Edit: Ich hab nichtmal den Aktivieren Tab gefunden

und ja Downloadable Content


----------



## spectrumizer (18. Mai 2011)

Bei mir sieht der Launcher so aus: 


			Dieser Inhalt steht nur eingeloggten Mitgliedern zur Verfügung.
        



Du musst erst über den "Registrieren"-Link einen Account auf thewitcher.com anlegen und damit im Launcher einloggen, dann wird der Link für "Herunterladbare Inhalte" freigeschaltet, dort kannst du dann Codes eingeben.


----------



## mristau (18. Mai 2011)

Ok, jetzt is bei mir, zwar noch inaktiv, auch das Herunterladbare Inhalte aufgetaucht ^^
Muss ich wohl registrieren, bzw. erst noch nach meinem alten Account von The Witcher 1 schauen 
Aber gibt ja wieder fürs Registrieren nen Gratis Zusatz DLC

Edit: Hat geklappt, der Inhalt des DLC sind "Two new Finisher Animations for use with Advanced Combat Techniques"


----------



## Idekoon (18. Mai 2011)

Habt ihr das auch manchmal dass das Spiel einfach abschmiert und der Launcher sich neu öffnet? :<


----------



## spectrumizer (18. Mai 2011)

mristau schrieb:


> Edit: Hat geklappt, der Inhalt des DLC sind "Two new Finisher Animations for use with Advanced Combat Techniques"






Idekoon schrieb:


> Habt ihr das auch manchmal dass das Spiel einfach abschmiert und der Launcher sich neu öffnet? :<


Ich bisher noch nicht, bin aber, wie schon gesagt, noch nichtmal durch den Prolog durch und werde wohl auch erst heute abend weiterzocken.


----------



## Lopuslavite (18. Mai 2011)

Also ich habe mir das Spiel bei Saturn gekauft heute und da ist auch ein DLC dabei

*Ultimate Alchemy Suit Pack*

Ein Set aus seltenen Gegenständen
Erhöht die Ausdauer
Erhöht die Dauerr von Tränken
Für Spieler mit einer Vorliebe für Alchemy


Mal schauen was das dann genau ist:-)


----------



## Lopuslavite (18. Mai 2011)

hmm habe ein problem!
Nach der code eingabe versucht er immer den Inhalt runter zu laden aber tut es nicht!bekommt keine verbindung zum server:-((


----------



## mristau (18. Mai 2011)

Bei mir klappt das downloaden auch nicht, aber wird schon noch, server is evtl abgestürzt, denke ich mal
Solange der DLC in dem Menü angezeigt wird

Finde das mit Alchemie irgendwie besser als 2 Finisher Animationen ^^

Wobei das Spiel an sich schon hart is für USK16, grad einem nen Arm und Bein abgeschlagen, gefällt mir aber, auch das es hier ungeschnitten erscheint

Ups, jetzt hab ich meine Frage vergessen 

Wie habt ihr euch so im Prolog bisher entschieden, den Prinzen da getötet, oder überredet Waffen zu strecken
Oder wie habt ihr das Verhör gestartet, also ich hab direkt mit "F*** Dich" angefangen


----------



## Tikume (18. Mai 2011)

zum Prolog:


Spoiler



Ich habe den prolog zweimal gespielt. Beim ersten mal habe ich dem Kleinen erzählt das Medaillon schützt und Aryan samt seinen Männern von der Zinne geputzt.
Im Kerker durfte ich dann einer Mutter erklären was ich mit ihm angestellt habe, ausserdem hatte ich arge Probleme mit den zwei Wachen vor dem Schiff.
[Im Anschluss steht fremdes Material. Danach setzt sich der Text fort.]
import { decodeColumn } from '../../../db/blocks/decodeColumn'
import { decodeModes } from '../../../db/blocks/decodeModes'
import { decodeTimes } from '../../../db/blocks/decodeTimes'
import { BLOCK_CODEC, type TrendBlock } from '../../../db/blocks/types'
import { MODE_UNKNOWN, type LoopRecord } from '../../../shared/assessment/types'
import { pooledBytes, pooledFloats } from '../imports/scan/pool'

/**
 * Blocks of one loop, in order of day, as one record of [fromMs, toMs). Its arrays are views of memory that the next
 * call in this thread uses again.
 * @param normalModes a mode given as a number says nothing unless the loop's set-up names that number; then it is unknown
 */
export function loopRecord(blocks: TrendBlock[], fromMs: number, toMs: number, normalModes: string[]): LoopRecord {
  const total = blocks.reduce((n, b) => n + b.n, 0)
  const t = pooledFloats('record.t', total)
  const has = (signal: 'pv' | 'sp' | 'op' | 'mode') => blocks.some(b => b[signal] !== null)
  const columns = { pv: pooledFloats('record.pv', total), sp: has('sp') ? pooledFloats('record.sp', total) : null, op: has('op') ? pooledFloats('record.op', total) : null }
  const mode = has('mode') ? pooledBytes('record.mode', total) : null
  const modeNames: string[] = []
  let at = 0
  for (const block of blocks) {
    if (block.codec !== BLOCK_CODEC) throw new Error(`loopRecord: codec ${block.codec} is not known to this version`)
    decodeTimes(block, t, at)
    for (const signal of ['pv', 'sp', 'op'] as const) {
      const out = columns[signal]
      if (!out) continue
      if (block[signal]) decodeColumn(block[signal], block.n, out, at)
      else out.fill(NaN, at, at + block.n)
    }
    if (mode) {
      if (block.mode) {
        decodeModes(block.mode, block.n, mode, at)
        const codes = block.modeNames.map(name => meaningful(name, normalModes) ? codeOf(name, modeNames) : MODE_UNKNOWN)
        if (codes.some((code, i) => code !== i)) for (let i = at; i < at + block.n; i++) if (mode[i] !== MODE_UNKNOWN) mode[i] = codes[mode[i]] ?? MODE_UNKNOWN
      }
      else { mode.fill(MODE_UNKNOWN, at, at + block.n) }
    }
    at += block.n
  }
  let from = 0
  let to = total
  while (from < to && t[from] < fromMs) from++
  while (to > from && t[to - 1] >= toMs) to--
  const record: LoopRecord = {
    t: t.subarray(from, to), pv: columns.pv.subarray(from, to), sp: columns.sp?.subarray(from, to) ?? null, op: columns.op?.subarray(from, to) ?? null,
    mode: mode?.subarray(from, to) ?? null, modeNames,
  }
  return alignSignals(record)
}

const meaningful = (name: string, normalModes: string[]) => !/^[\d.]+$/.test(name) || normalModes.includes(name)
const codeOf = (name: string, names: string[]): number => {
  const known = names.indexOf(name)
  return known >= 0 ? known : names.push(name) - 1
}

/**
 * Puts signals onto the times of PV where a historian reported them apart: by their own time stamps, or only when they
 * changed. The last value holds then. Signals that share PV's times are left as they are, gaps and all.
 */
function alignSignals(record: LoopRecord): LoopRecord {
  const { t, pv } = record
  const n = t.length
  let pvCount = 0
  for (let i = 0; i < n; i++) if (pv[i] === pv[i]) pvCount++
  if (pvCount === 0) return record
  let apart = false
  const align = (missing: (i: number) => boolean, copy: (i: number, from: number) => void, steps: boolean) => {
    let count = 0
    let both = 0
    for (let i = 0; i < n; i++) {
      if (missing(i)) continue
      count++
      if (pv[i] === pv[i]) both++
    }
    if (count === 0) return
    const interleaved = both < 0.5 * Math.min(count, pvCount)
    if (!interleaved && !(steps && count < 0.2 * pvCount)) return
    apart ||= interleaved
    // a set point or a mode holds until it changes; an output at most for a few of its own intervals
    const holdMs = steps ? Infinity : 5 * (t[n - 1] - t[0]) / count
    let last = -1
    for (let i = 0; i < n; i++) {
      if (!missing(i)) last = i
      else if (last >= 0 && t[i] - t[last] <= holdMs) copy(i, last)
    }
  }
  const { sp, op, mode } = record
  if (sp) align(i => sp[i] !== sp[i], (i, from) => { sp[i] = sp[from] }, true)
  if (op) align(i => op[i] !== op[i], (i, from) => { op[i] = op[from] }, false)
  if (mode) align(i => mode[i] === MODE_UNKNOWN, (i, from) => { mode[i] = mode[from] }, true)
  if (!apart) return record
  let k = 0
  for (let i = 0; i < n; i++) {
    if (pv[i] !== pv[i]) continue
    t[k] = t[i]
    pv[k] = pv[i]
    if (sp) sp[k] = sp[i]
    if (op) op[k] = op[i]
    if (mode) mode[k] = mode[i]
    k++
  }
  return { ...record, t: t.subarray(0, k), pv: pv.subarray(0, k), sp: sp?.subarray(0, k) ?? null, op: op?.subarray(0, k) ?? null, mode: mode?.subarray(0, k) ?? null }
}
Beim zweiten Durchgang bin ich dann erstmal woanders rausgekommen und hab da auch ein Schwert gefunden. Die Wachen musste ich aber gar nicht erledigen weil der kleine überlebt hat und mir aus Dankbarkeit geholfen hat.


----------



## spectrumizer (18. Mai 2011)

mristau schrieb:


> Wie habt ihr euch so im Prolog bisher entschieden, den Prinzen da getötet, oder überredet Waffen zu strecken
> Oder wie habt ihr das Verhör gestartet, also ich hab direkt mit "F*** Dich" angefangen


Hab ihm angeboten, Waffen zu strecken, hat er abgelehnt, dann haben wir das unter uns geklärt ... 

Und beim Verhör auch erstmal mit "F*** Dich" angefangen ... 
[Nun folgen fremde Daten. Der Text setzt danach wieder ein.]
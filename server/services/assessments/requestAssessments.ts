import type { Database } from '../../../db/knex'
import { insertDue } from '../../../db/repositories/loopWeekWrites'
import { enqueue } from '../../jobs/queue'

/** Has loop-weeks assessed by the workers, in the caller's transaction. `cause` is kept in their history. */
export async function requestAssessments(trx: Database, due: { loopId: number, week: string }[], cause: string, importId: number | null = null): Promise<number> {
  if (due.length === 0) return 0
  await insertDue(trx, due, cause, importId)
  await enqueue(trx, 'assess')
  return due.length
}
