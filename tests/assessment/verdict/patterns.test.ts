import { describe, expect, it } from 'vitest'
import { analysisSeries } from '../../../shared/assessment/preparation/analysisSeries'
import { prepareRecord } from '../../../shared/assessment/preparation/prepareRecord'
import { seededRandom } from '../../../shared/assessment/statistics/seededRandom'
import { controllerSign } from '../../../shared/assessment/verdict/controllerSign'
import { fastSwing } from '../../../shared/assessment/verdict/fastSwing'
import { halfCycles } from '../../../shared/assessment/verdict/halfCycles'
import { readingCharacter } from '../../../shared/assessment/verdict/readingCharacter'
import { slipEvents } from '../../../shared/assessment/verdict/slipEvents'
import { stickFit } from '../../../shared/assessment/verdict/stickFit'
import { createHeStiction } from '../../../shared/assessment/valve/models/heStiction'
import { weekFrame } from '../../../shared/assessment/week/isoWeek'
import { makeRecord, makeSetup } from '../records'

const week = weekFrame('2026-W48', 'UTC')
const prepared = (n: number, pv: (i: number) => number) => prepareRecord(makeRecord({ fromMs: week.hourEdges[0], intervalS: 10, n, pv }), makeSetup(), week)

/** Output that wanders, a stem behind it, a first-order process, noise. */
function loop(stem: (u: number) => number, seed: number, lag = 3) {
  const random = seededRandom(seed)
  const n = 1200
  const u = new Float64Array(n)
  const y = new Float64Array(n)
  let w = 0
  let state = 0
  for (let i = 0; i < n; i++) {
    w = 0.97 * w + 0.3 * random.normal()
    u[i] = 50 + 3 * Math.sin(2 * Math.PI * i / 70) + w
    state += (1 - Math.exp(-1 / lag)) * (stem(u[i]) - 50 - state)
    y[i] = state + 0.1 * random.normal()
  }
  return { u, y }
}

describe('stickFit', () => {
  it('explains PV behind a sticking stem better than a sound one, and finds its band', () => {
    const { u, y } = loop(createHeStiction({ stickBand: 4, slipJump: 2, initial: 50 }), 8)
    const f = stickFit(y, u, 1, 210)!
    expect(f.explained).toBeGreaterThan(0.85)
    expect(f.explained - f.linear).toBeGreaterThan(0.05)
    expect(f.band).toBeGreaterThan(2)
    expect(f.band).toBeLessThan(6)
  })
  it('sees no gain behind a sound valve', () => {
    const { u, y } = loop(x => x, 8)
    const f = stickFit(y, u, 1, 210)!
    expect(f.linear).toBeGreaterThan(0.9)
    expect(f.explained - f.linear).toBeLessThan(0.02)
  })
  it('explains nothing of a PV that has nothing to do with OP, or moves the wrong way', () => {
    const { u, y } = loop(x => x, 8, 0.01)
    const random = seededRandom(3)
    expect(stickFit(y.map(() => random.normal()), u, 1, 210)!.explained).toBeLessThan(0.1)
    expect(stickFit(y.map(v => -v), u, 1, 210)!.linear).toBeLessThan(0.2)
  })
  it('is not there on short or standing signals', () => {
    const { u, y } = loop(x => x, 8)
    expect(stickFit(y.subarray(0, 99), u.subarray(0, 99), 1, 60)).toBeNull()
    expect(stickFit(y, new Float64Array(1200).fill(40), 1, 60)).toBeNull()
    expect(() => stickFit(y, u.subarray(1), 1, 60)).toThrow(/one length/)
  })
})

describe('controllerSign', () => {
  const random = seededRandom(12)
  const e = Float64Array.from({ length: 500 }, (_, i) => Math.sin(i / 9) + 0.1 * random.normal())
  /** u = K e + K / Ti integral e */
  const pi = (gain: number) => { let sum = 0; return e.map((x) => { sum += x; return 40 + gain * (x + sum / 20) }) }
  it('reads the action of a PI controller, whatever the set-up says', () => {
    expect(controllerSign(e, pi(0.5), -1)).toBe(1)
    expect(controllerSign(e, pi(-0.5), 1)).toBe(-1)
  })
  it('believes the set-up where the record does not tell', () => {
    expect(controllerSign(e, e.map(() => 40), -1)).toBe(-1)
    expect(controllerSign(e, e.map(() => random.normal()), 1)).toBe(1)
    expect(controllerSign(e.subarray(0, 20), pi(-1).subarray(0, 20), 1)).toBe(1)
  })
})

describe('slipEvents', () => {
  // by hand: PV stands 2 below, then 2 above the set point, 40 samples each; the output ramps the way that asks for the jump
  const square = (n: number) => Float64Array.from({ length: n }, (_, i) => Math.floor(i / 40) % 2 ? 2 : -2)
  const ramp = (n: number) => Float64Array.from({ length: n }, (_, i) => { const p = i % 80; return 40 + (p < 40 ? p : 80 - p) * 0.05 })
  it('counts jumps that the output had asked for', () => {
    const y = square(400)
    // ten half-cycles; the last has not ended
    expect(slipEvents(y, y, ramp(400), 1, 0.05)).toEqual({ looked: 9, slips: 9 })
  })
  it('counts none the other way, none in a sine, none where the set point jumped', () => {
    const y = square(400)
    expect(slipEvents(y, y, ramp(400), -1, 0.05)).toEqual({ looked: 9, slips: 0 })
    const sine = Float64Array.from({ length: 400 }, (_, i) => -2 * Math.sin(2 * Math.PI * (i + 0.5) / 80))
    expect(slipEvents(sine, sine, ramp(400), 1, 0.05).slips).toBe(0)
    expect(slipEvents(y, new Float64Array(400), ramp(400), 1, 0.05).slips).toBe(0)
  })
  it('looks at nothing within the noise', () => {
    const y = square(400)
    expect(slipEvents(y, y, ramp(400), 1, 1).looked).toBe(0)
    expect(() => slipEvents(y, y, ramp(399), 1, 1)).toThrow(/one length/)
  })
})

describe('halfCycles', () => {
  const of = (e: (i: number) => number, least = 1, n = 6000) => halfCycles(analysisSeries(prepared(n, i => 50 - e(i)), 30), least)
  it('counts a square wave of uneven lengths as one run of hunting', () => {
    // half-cycles of 20 to 36 samples, all of height 3
    const random = seededRandom(2)
    const wave: number[] = []
    for (let side = 3; wave.length < 6000; side = -side) for (let k = 20 + random.integer(17); k > 0; k--) wave.push(side)
    const h = of(i => wave[i])
    expect(h.runs).toHaveLength(1)
    expect(h.inRuns / h.count).toBeGreaterThan(0.95)
    // the mean of so uneven a wave is not quite 0, and is taken off
    expect(Math.abs(h.amplitude - 3)).toBeLessThan(0.1)
    expect(h.periodS).toBeGreaterThan(500)
    expect(h.periodS).toBeLessThan(620)
    expect(h.peakVariation).toBeLessThan(0.05)
  })
  it('finds no run in load responses of every size, and nothing below the least size', () => {
    const random = seededRandom(5)
    let e = 0
    const walk = Array.from({ length: 6000 }, () => (e = 0.99 * e + 0.2 * random.normal()))
    const h = of(i => walk[i])
    expect(h.inRuns / Math.max(1, h.count)).toBeLessThan(0.5)
    expect(of(i => Math.sin(i / 8), 1.5).count).toBe(0)
    expect(() => of(() => 0, 0)).toThrow(RangeError)
  })
})

describe('fastSwing', () => {
  it('finds a swing of 2.8 samples and gives white noise its share', () => {
    const random = seededRandom(6)
    const x = Float64Array.from({ length: 2000 }, (_, i) => Math.sin(2 * Math.PI * i / 2.8) + 0.3 * random.normal())
    const f = fastSwing(x)!
    expect(f.period).toBeCloseTo(2.8, 0)
    expect(f.share).toBeGreaterThan(0.8)
    // five of 32 bins, the largest of 19 such windows
    const white = fastSwing(Float64Array.from({ length: 4000 }, () => random.normal()))!
    expect(white.share).toBeGreaterThan(5 / 32 - 0.02)
    expect(white.share).toBeLessThan(0.3)
    expect(fastSwing(x.subarray(0, 100))).toBeNull()
  })
})

describe('readingCharacter', () => {
  it('reads the size of white noise within 5 %, and calls steady noise no burst', () => {
    const random = seededRandom(9)
    const r = readingCharacter(prepared(20_000, () => 50 + 0.8 * random.normal()), 100, 0)
    expect(r.noise / 0.8).toBeCloseTo(1, 1)
    expect(r.burstShare).toBe(0)
    expect(r.wildShare).toBe(0)
  })
  it('sees bursts and single wild readings', () => {
    const random = seededRandom(10)
    const burst = readingCharacter(prepared(20_000, i => 50 + (i > 8000 && i < 12_000 ? 5 : 0.2) * random.normal()), 100, 0)
    expect(burst.burstRatio).toBeGreaterThan(10)
    expect(burst.burstShare).toBeGreaterThan(0.1)
    const wild = readingCharacter(prepared(20_000, i => 50 + 0.2 * random.normal() + (i % 100 === 50 ? 30 : 0)), 100, 0)
    expect(wild.wildShare).toBeCloseTo(0.01, 4)
  })
})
Aber für USK16 ist es stellenweise echt hart. USK18 fände ich da passender ...


----------



## mristau (18. Mai 2011)

Oh wusste garnet wie der Spoiler geht ^^



Spoiler



Ich hab den Prinzen oben am leben gelassen, unten im Keller gabs bei mir keine Frau, dafür war bei mir ein Brief in dem der Junge zugibt Vater von den Kindern zu sein.
Ansonsten hab ich den dann unten rausgeholfen und er hat das Öllager gesprengt.



Es hat ja Pegi 18, aber USK isses ab 16
Na ja, mir isses egal, solang ich als über 18jähriger in nen ungeschnittenen Genuss kommen kann


----------



## mristau (18. Mai 2011)

Was für ne Edition habt ihr eigentlich gekauft, also ich hab ja per Amazon die Premium vorbestellt, inkl. Karte, ein Pamphlet, eine Münze, Bonus-DVD + Soundtrack und ein Lösungsbuch


----------



## spectrumizer (18. Mai 2011)

Bei Softonic die "Digital Premium Edition". Aber keine Ahnung, was da alles dabei ist.


----------



## mristau (18. Mai 2011)

Hab vergessen, bei mir waren noch 2 PaperCrafts dabei, einmal ein Rotfiend und einmal Geralt von Riva

Kann ja mal sobald ich die gemacht hab, Fotos posten


----------



## mristau (18. Mai 2011)

Ich hatte jetzt grad erste mal auch so nen Absturz, kurz nachdem ich in Flotsam angekommen bin.

Die DLCs hats mittlerweile runtergeladen, nachdem der Server lang nicht erreichbar war


----------



## spectrumizer (19. Mai 2011)

Tikume schrieb:


> Sag mal bescheid wie Du deinen Schwierigkeitsgrad fandest wenn Du aus dem Kerker raus und aufm Schiff bist


Bin jetzt auf dem Schiff und hab den Knast hinter mir.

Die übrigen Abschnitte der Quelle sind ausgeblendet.